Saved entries
[Start of section]

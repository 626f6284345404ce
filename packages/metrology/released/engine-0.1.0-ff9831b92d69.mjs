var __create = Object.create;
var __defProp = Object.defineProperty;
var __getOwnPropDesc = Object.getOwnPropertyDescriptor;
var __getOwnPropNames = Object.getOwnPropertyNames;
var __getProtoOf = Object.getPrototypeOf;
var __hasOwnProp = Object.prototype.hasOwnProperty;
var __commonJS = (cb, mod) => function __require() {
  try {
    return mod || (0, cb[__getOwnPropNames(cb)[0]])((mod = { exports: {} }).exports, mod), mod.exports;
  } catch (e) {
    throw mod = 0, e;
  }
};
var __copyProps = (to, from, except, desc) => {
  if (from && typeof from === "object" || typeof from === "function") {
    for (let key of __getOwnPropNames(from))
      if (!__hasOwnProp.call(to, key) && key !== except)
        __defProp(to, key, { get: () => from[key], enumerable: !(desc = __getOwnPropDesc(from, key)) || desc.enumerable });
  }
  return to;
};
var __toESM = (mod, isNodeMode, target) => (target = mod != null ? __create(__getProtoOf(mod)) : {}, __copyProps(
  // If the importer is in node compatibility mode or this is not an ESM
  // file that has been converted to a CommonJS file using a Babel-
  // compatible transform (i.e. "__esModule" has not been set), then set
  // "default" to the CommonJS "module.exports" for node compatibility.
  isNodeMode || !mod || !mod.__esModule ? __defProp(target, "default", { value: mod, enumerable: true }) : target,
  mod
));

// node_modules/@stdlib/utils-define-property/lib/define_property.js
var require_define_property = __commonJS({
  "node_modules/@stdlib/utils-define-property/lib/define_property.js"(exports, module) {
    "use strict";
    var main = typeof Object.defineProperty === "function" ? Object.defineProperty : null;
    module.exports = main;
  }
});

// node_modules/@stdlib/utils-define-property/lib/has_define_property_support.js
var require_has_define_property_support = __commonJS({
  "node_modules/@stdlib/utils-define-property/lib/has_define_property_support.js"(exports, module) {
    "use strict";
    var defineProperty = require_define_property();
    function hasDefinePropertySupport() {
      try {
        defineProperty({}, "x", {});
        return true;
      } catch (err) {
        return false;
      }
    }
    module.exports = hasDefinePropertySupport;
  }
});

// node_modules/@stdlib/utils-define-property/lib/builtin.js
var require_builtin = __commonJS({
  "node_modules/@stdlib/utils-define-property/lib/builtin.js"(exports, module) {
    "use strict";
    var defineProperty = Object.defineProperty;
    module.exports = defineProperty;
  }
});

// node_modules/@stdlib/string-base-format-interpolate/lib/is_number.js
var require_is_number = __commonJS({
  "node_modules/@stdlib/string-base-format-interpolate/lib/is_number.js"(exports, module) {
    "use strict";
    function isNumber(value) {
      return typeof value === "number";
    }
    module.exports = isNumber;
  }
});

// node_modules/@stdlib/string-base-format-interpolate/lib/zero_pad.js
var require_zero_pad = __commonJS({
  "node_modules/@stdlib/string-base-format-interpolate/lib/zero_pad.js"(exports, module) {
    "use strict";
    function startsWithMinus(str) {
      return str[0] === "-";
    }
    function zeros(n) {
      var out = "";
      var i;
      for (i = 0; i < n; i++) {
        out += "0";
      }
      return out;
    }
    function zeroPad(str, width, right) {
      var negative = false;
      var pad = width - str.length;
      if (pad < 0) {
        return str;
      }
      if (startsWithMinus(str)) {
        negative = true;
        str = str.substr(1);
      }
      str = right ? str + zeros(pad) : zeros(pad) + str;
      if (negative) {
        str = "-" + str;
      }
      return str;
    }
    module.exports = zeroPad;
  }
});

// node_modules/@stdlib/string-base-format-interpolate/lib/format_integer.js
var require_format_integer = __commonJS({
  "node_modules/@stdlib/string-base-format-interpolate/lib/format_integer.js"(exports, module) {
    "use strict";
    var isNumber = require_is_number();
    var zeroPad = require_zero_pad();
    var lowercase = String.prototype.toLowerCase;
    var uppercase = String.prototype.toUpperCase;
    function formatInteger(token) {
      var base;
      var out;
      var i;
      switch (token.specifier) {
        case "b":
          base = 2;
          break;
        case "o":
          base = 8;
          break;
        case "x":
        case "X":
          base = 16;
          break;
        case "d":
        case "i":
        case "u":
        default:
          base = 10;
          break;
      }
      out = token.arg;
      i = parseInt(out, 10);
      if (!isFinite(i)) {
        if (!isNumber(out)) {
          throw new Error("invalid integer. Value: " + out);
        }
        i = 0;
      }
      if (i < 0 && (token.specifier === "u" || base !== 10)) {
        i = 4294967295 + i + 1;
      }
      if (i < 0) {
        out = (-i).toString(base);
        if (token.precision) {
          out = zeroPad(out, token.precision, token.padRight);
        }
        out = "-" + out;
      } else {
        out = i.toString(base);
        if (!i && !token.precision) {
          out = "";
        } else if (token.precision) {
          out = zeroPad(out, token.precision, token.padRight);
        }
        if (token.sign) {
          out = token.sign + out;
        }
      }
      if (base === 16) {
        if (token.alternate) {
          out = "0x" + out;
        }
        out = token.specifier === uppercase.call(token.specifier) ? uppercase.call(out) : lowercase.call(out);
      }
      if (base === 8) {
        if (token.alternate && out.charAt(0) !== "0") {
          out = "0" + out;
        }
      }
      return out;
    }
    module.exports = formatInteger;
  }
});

[End of section]

**PROBLEM TO SOLVE**
The entries are to be repeated exactly, with nothing altered.

**EXERCISE ANSWER**
repository 626f6284345404ce
filename packages/metrology/released/engine-0.1.0-ff9831b92d69.mjs
var __create = Object.create;
var __defProp = Object.defineProperty;
var __getOwnPropDesc = Object.getOwnPropertyDescriptor;
var __getOwnPropNames = Object.getOwnPropertyNames;
var __getProtoOf = Object.getPrototypeOf;
var __hasOwnProp = Object.prototype.hasOwnProperty;
var __commonJS = (cb, mod) => function __require() {
  try {
    return mod || (0, cb[__getOwnPropNames(cb)[0]])((mod = { exports: {} }).exports, mod), mod.exports;
  } catch (e) {
    throw mod = 0, e;
  }
};
var __copyProps = (to, from, except, desc) => {
  if (from && typeof from === "object" || typeof from === "function") {
    for (let key of __getOwnPropNames(from))
      if (!__hasOwnProp.call(to, key) && key !== except)
        __defProp(to, key, { get: () => from[key], enumerable: !(desc = __getOwnPropDesc(from, key)) || desc.enumerable });
  }
  return to;
};
var __toESM = (mod, isNodeMode, target) => (target = mod != null ? __create(__getProtoOf(mod)) : {}, __copyProps(
  // If the importer is in node compatibility mode or this is not an ESM
  // file that has been converted to a CommonJS file using a Babel-
  // compatible transform (i.e. "__esModule" has not been set), then set
  // "default" to the CommonJS "module.exports" for node compatibility.
  isNodeMode || !mod || !mod.__esModule ? __defProp(target, "default", { value: mod, enumerable: true }) : target,
  mod
));

// node_modules/@stdlib/utils-define-property/lib/define_property.js
var require_define_property = __commonJS({
  "node_modules/@stdlib/utils-define-property/lib/define_property.js"(exports, module) {
    "use strict";
    var main = typeof Object.defineProperty === "function" ? Object.defineProperty : null;
    module.exports = main;
  }
});

// node_modules/@stdlib/utils-define-property/lib/has_define_property_support.js
var require_has_define_property_support = __commonJS({
  "node_modules/@stdlib/utils-define-property/lib/has_define_property_support.js"(exports, module) {
    "use strict";
    var defineProperty = require_define_property();
    function hasDefinePropertySupport() {
      try {
        defineProperty({}, "x", {});
        return true;
      } catch (err) {
        return false;
      }
    }
    module.exports = hasDefinePropertySupport;
  }
});

// node_modules/@stdlib/utils-define-property/lib/builtin.js
var require_builtin = __commonJS({
  "node_modules/@stdlib/utils-define-property/lib/builtin.js"(exports, module) {
    "use strict";
    var defineProperty = Object.defineProperty;
    module.exports = defineProperty;
  }
});

// node_modules/@stdlib/string-base-format-interpolate/lib/is_number.js
var require_is_number = __commonJS({
  "node_modules/@stdlib/string-base-format-interpolate/lib/is_number.js"(exports, module) {
    "use strict";
    function isNumber(value) {
      return typeof value === "number";
    }
    module.exports = isNumber;
  }
});

// node_modules/@stdlib/string-base-format-interpolate/lib/zero_pad.js
var require_zero_pad = __commonJS({
  "node_modules/@stdlib/string-base-format-interpolate/lib/zero_pad.js"(exports, module) {
    "use strict";
    function startsWithMinus(str) {
      return str[0] === "-";
    }
    function zeros(n) {
      var out = "";
      var i;
      for (i = 0; i < n; i++) {
        out += "0";
      }
      return out;
    }
    function zeroPad(str, width, right) {
      var negative = false;
      var pad = width - str.length;
      if (pad < 0) {
        return str;
      }
      if (startsWithMinus(str)) {
        negative = true;
        str = str.substr(1);
      }
      str = right ? str + zeros(pad) : zeros(pad) + str;
      if (negative) {
        str = "-" + str;
      }
      return str;
    }
    module.exports = zeroPad;
  }
});

// node_modules/@stdlib/string-base-format-interpolate/lib/format_integer.js
var require_format_integer = __commonJS({
  "node_modules/@stdlib/string-base-format-interpolate/lib/format_integer.js"(exports, module) {
    "use strict";
    var isNumber = require_is_number();
    var zeroPad = require_zero_pad();
    var lowercase = String.prototype.toLowerCase;
    var uppercase = String.prototype.toUpperCase;
    function formatInteger(token) {
      var base;
      var out;
      var i;
      switch (token.specifier) {
        case "b":
          base = 2;
          break;
        case "o":
          base = 8;
          break;
        case "x":
        case "X":
          base = 16;
          break;
        case "d":
        case "i":
        case "u":
        default:
          base = 10;
          break;
      }
      out = token.arg;
      i = parseInt(out, 10);
      if (!isFinite(i)) {
        if (!isNumber(out)) {
          throw new Error("invalid integer. Value: " + out);
        }
        i = 0;
      }
      if (i < 0 && (token.specifier === "u" || base !== 10)) {
        i = 4294967295 + i + 1;
      }
      if (i < 0) {
        out = (-i).toString(base);
        if (token.precision) {
          out = zeroPad(out, token.precision, token.padRight);
        }
        out = "-" + out;
      } else {
        out = i.toString(base);
        if (!i && !token.precision) {
          out = "";
        } else if (token.precision) {
          out = zeroPad(out, token.precision, token.padRight);
        }
        if (token.sign) {
          out = token.sign + out;
        }
      }
      if (base === 16) {
        if (token.alternate) {
          out = "0x" + out;
        }
        out = token.specifier === uppercase.call(token.specifier) ? uppercase.call(out) : lowercase.call(out);
      }
      if (base === 8) {
        if (token.alternate && out.charAt(0) !== "0") {
          out = "0" + out;
        }
      }
      return out;
    }
    module.exports = formatInteger;
  }
});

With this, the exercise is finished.